Orta beyin boşluğu, III ve IV ventrikülleri birbirine bağlayan dar bir kanal olan beynin su kemeri (Sylyvia Su Kemeri) olarak adlandırılır. Üstte çatı plakası ile sınırlıdır ve altta serebral pedinküllerin örtüsü bulunur. Su kemerinin uzunluğu 2 cm'yi geçmez Su kemerinin çevresinde, retiküler formasyonu, III ve IV kranyal sinir çiftlerinin motor çekirdeklerini ve eşleştirilmiş aksesuar bitkisel çekirdeği (Yakubovich) içeren merkezi bir gri madde vardır. ), eşleşmemiş medyan çekirdek ve trigeminal sinirin çekirdek orta beyin yolu. (2, s364-371)

Çözüm

Beyin sapı, omuriliğin kranial boşluktaki devamıdır. Kranial sinirlerin kökleri gövdeden uzanır. Omuriliğin gri maddesinin arka ve ön boynuzlarına benzer şekilde, beyin sapı, yüz derisindeki reseptörlerden, burun, ağız, farenks ve gırtlaktaki mukozalardan sinyaller alan kranyal sinirlerin duyusal çekirdeklerini içerir. görsel, tatlandırıcı, işitsel ve vestibüler reseptörlerin yanı sıra yüz, dil, farenks, gırtlak kaslarını sinirlendiren motor çekirdekleri.

Beyin sapı, beyin bölümlerinin aktivitesini kontrol eden ve bunları tek bir yürütme organında birleştiren sinir oluşumlarını içerir. Bu oluşumlar şunları içerir: sadece omuriliğin değil aynı zamanda beyin, solunum ve vazomotor kök merkezlerinin aktivitesi üzerinde de büyük etkisi olan retiküler oluşum; gözlerin ve başın dostane hareketlerini sağlayan bir merkez; başın konumuna bağlı olarak gövde ve uzuvların konumunu düzenleyen bir merkez; Ani, beklenmeyen ses ve ışık uyarımlarına vb. karşı otomatik tepkileri kontrol eden merkez.

insan, bu arada kök Parça beyin sinir sisteminin alt fonksiyonlarını sağlar... fonksiyonlar özel bir sistemin faaliyeti ile sağlanır. departman serebral hemisferler - korteks KAFA beyin, ana taşıyıcıyı taşıyan ...

  • Işlevsel organizasyon beyin

    Özet >> Psikoloji

    İmplante edildi kök Departman beyin(ortalama seviyede beyin), başardılar... afferent uyarılma en yüksek seviyeye ulaşır bölümler KAFA beyin.

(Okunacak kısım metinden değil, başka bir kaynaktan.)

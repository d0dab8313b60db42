// One large least-squares fit (default 100,000 rows x 30 columns plus the
// intercept) timed beside numpy.linalg.lstsq on the same data and beside the
// plain double Householder QR (src/core/fit/plain-householder.ts), all in the
// same run; prints the best of a few repetitions and the ratios.
//   npx tsx scripts/bench-large-fit.ts [rows=100000] [columns=30] [repeats=5]
// numpy runs under /usr/bin/python3 (Debian's, which has numpy); the design and
// response go to a temporary file as raw little-endian float64. The data are
// random from a seeded generator (a benchmark needs only their shape).

import { execFileSync } from 'node:child_process';
import { mkdtempSync, rmSync, writeFileSync } from 'node:fs';
import { tmpdir } from 'node:os';
import { join } from 'node:path';
import { buildDesign } from '../src/core/design/index.ts';
import { fitLeastSquares } from '../src/core/fit/index.ts';
import { fitPlainHouseholder } from '../src/core/fit/plain-householder.ts';
import type { Columns } from '../src/core/types.ts';
import { largeFitData } from './large-fit-data.ts';

const rows = Number(process.argv[2] ?? 100_000);
const m = Number(process.argv[3] ?? 30);
const repeats = Number(process.argv[4] ?? 5);

const { names, columns, y } = largeFitData(rows, m);
const built = buildDesign(columns as Columns, names, true, Array.from({ length: rows }, (_, i) => i));
if ('issues' in built) throw new Error(JSON.stringify(built.issues.slice(0, 3)));
const design = built.design;
const p = design.labels.length;

function best(f: () => void): number {
  let min = Infinity;
  for (let r = 0; r < repeats; r++) {
    const t0 = performance.now();
    f();
    min = Math.min(min, (performance.now() - t0) / 1000);
  }
  return min;
}

// Row-major design then y, as numpy reads it.
const dir = mkdtempSync(join(tmpdir(), 'parsimetry-bench-'));
const file = join(dir, 'design.f64');
const flat = new Float64Array(rows * (p + 1));
for (let i = 0; i < rows; i++) {
  for (let j = 0; j < p; j++) flat[i * p + j] = design.high[j][i];
}
flat.set(y, rows * p);
writeFileSync(file, new Uint8Array(flat.buffer));
const python = `
import sys, time, numpy as np
n, p, reps = ${rows}, ${p}, ${repeats}
data = np.fromfile(sys.argv[1], dtype='<f8')
X = data[: n * p].reshape(n, p).copy()
y = data[n * p :].copy()
best = float('inf')
for _ in range(reps):
    t0 = time.perf_counter()
    np.linalg.lstsq(X, y, rcond=None)
    best = min(best, time.perf_counter() - t0)
print(best, np.__version__)
`;
// numpy twice: with its BLAS on one thread (like this single-threaded fit) and
// with the BLAS's default threads.
const runNumpy = (threads: string | null): [number, string] => {
  const env = { ...process.env };
  for (const v of ['OPENBLAS_NUM_THREADS', 'OMP_NUM_THREADS', 'MKL_NUM_THREADS']) {
    if (threads === null) delete env[v];
    else env[v] = threads;
  }
  const out = execFileSync('/usr/bin/python3', ['-c', python, file], { encoding: 'utf8', env });
  const [seconds, version] = out.trim().split(/\s+/);
  return [Number(seconds), version];
};
let numpy1: number;
let numpyDefault: number;
let numpyVersion: string;
try {
  [numpy1, numpyVersion] = runNumpy('1');
  [numpyDefault] = runNumpy(null);
} finally {
  rmSync(dir, { recursive: true, force: true });
}

const fitSeconds = best(() => fitLeastSquares(design, y));
const plainSeconds = best(() => fitPlainHouseholder(design, y));

const line = (what: string, seconds: number) =>
  console.log(`${what.padEnd(44)} ${seconds.toFixed(3).padStart(8)} s   ${(fitSeconds / seconds).toFixed(2).padStart(7)}`);
console.log(`n = ${rows}, p = ${p}, best of ${repeats}; last column: fitLeastSquares time / this time`);
line(`numpy ${numpyVersion} lstsq, one BLAS thread`, numpy1);
line(`numpy ${numpyVersion} lstsq, default BLAS threads`, numpyDefault);
line('plain Householder QR (double, no refinement)', plainSeconds);
line('fitLeastSquares', fitSeconds);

Bunlar sözde... alt kısmın işleviyle ilişkilidir. kök bölümler retiküler oluşum. O genelleştirilmiş...

  • İnsan beyni, birçok görevi yerine getiren ve insan vücudunun genel işleyişinde önemli bir rol oynayan eşsiz bir organdır.

    Bu organın düzgün çalışması dört ana bileşeni tarafından sağlanır: beyincik, iki yarım küre ve beyin sapı.

    İkincisi birçok farklı işlevi yerine getirir; vücudun yaşamına nasıl yardımcı olduğunu anlamak için çalışmasının ayrıntılı olarak anlaşılması gerekir.

    Beyin Sapını Anlamak

    Beyin sağlıklı kişi 20-25 milyar nörondan oluşan ana düzenleyicidir. Merkezi sinir sisteminin, insan vücudunun işleyişini kontrol eden karmaşık elektriksel uyarıları doğru bir şekilde oluşturmasına yardımcı olurlar.

    Bir GM'nin en önemli parçalarından biri namlusudur. Bir sinir lifi demeti olan kraniyal oluşumları içerir. Sırayla etrafı sarılırlar bağ dokusu Vücudun bu kısmının düzgün çalışmasını sağlayan solunum, vazomotor ve diğer merkezler ile.

    Gövde İnsan beyni Her biri farklı işlevlerin yerine getirilmesine yardımcı olan ve elektriksel uyarılar yoluyla diğer organların düzgün çalışmasını sağlayan farklı çekirdeklerden oluşur.

    Beyin sapının ana bileşenleri, çekirdeklerde yoğunlaşan beyaz ve gri maddedir:

    • motor;
    • parasempatik;
    • hassas;
    • tükürük;
    • vestibüler;
    • koklear

    Bu çekirdeklerin her biri beyin sapının işlevselliğini sağlar. İradenin yardımıyla kişinin istediği şekilde doğru çalışırlar.
    Bu organ, içinden geçtiği için tüm beyin sisteminin düzgün çalışmasını, oksijenle doygunluğunu ve zararlı maddelerin buradan uzaklaştırılmasını sağlar. kan damarlarıçeşitli türlerde. Ancak bu organın temel özelliği, bir kişinin dünyayı algılayabildiği, hissedebildiği, duyabildiği, koklayabildiği ve görebildiği büyük miktarda çekirdek ve sinir kordonu konsantrasyonudur. Bagajın işlevselliğini bu kadar geniş kılan çekirdeklere özel dikkat gösterilmelidir.

    Fonksiyonlar

    Beyin sapı, çeşitli çekirdekleri oluşturan, iletken dokulardan, gri ve beyaz maddeden oluşan konsantre bir demettir. Her birinin kendi işlevi vardır ve kontrol etmenizi sağlar çeşitli eylemler insan vücudunun parçaları.

    Motor çekirdekler gözlerin ve göz kapaklarının düzgün çalışmasına yardımcı olarak reflekslerin zamanında gösterilmesini sağlar. Gövdenin bu kısmı aynı zamanda çiğneme kaslarının düzgün çalışmasına da yardımcı olur. Bu çekirdek köprüde bulunur. Uzmanların parasempatik çekirdek olarak adlandırdığı troklear sinir, gözbebeği ve siliyer kasların işleyişini etkileyerek motor fonksiyona yardımcı olur.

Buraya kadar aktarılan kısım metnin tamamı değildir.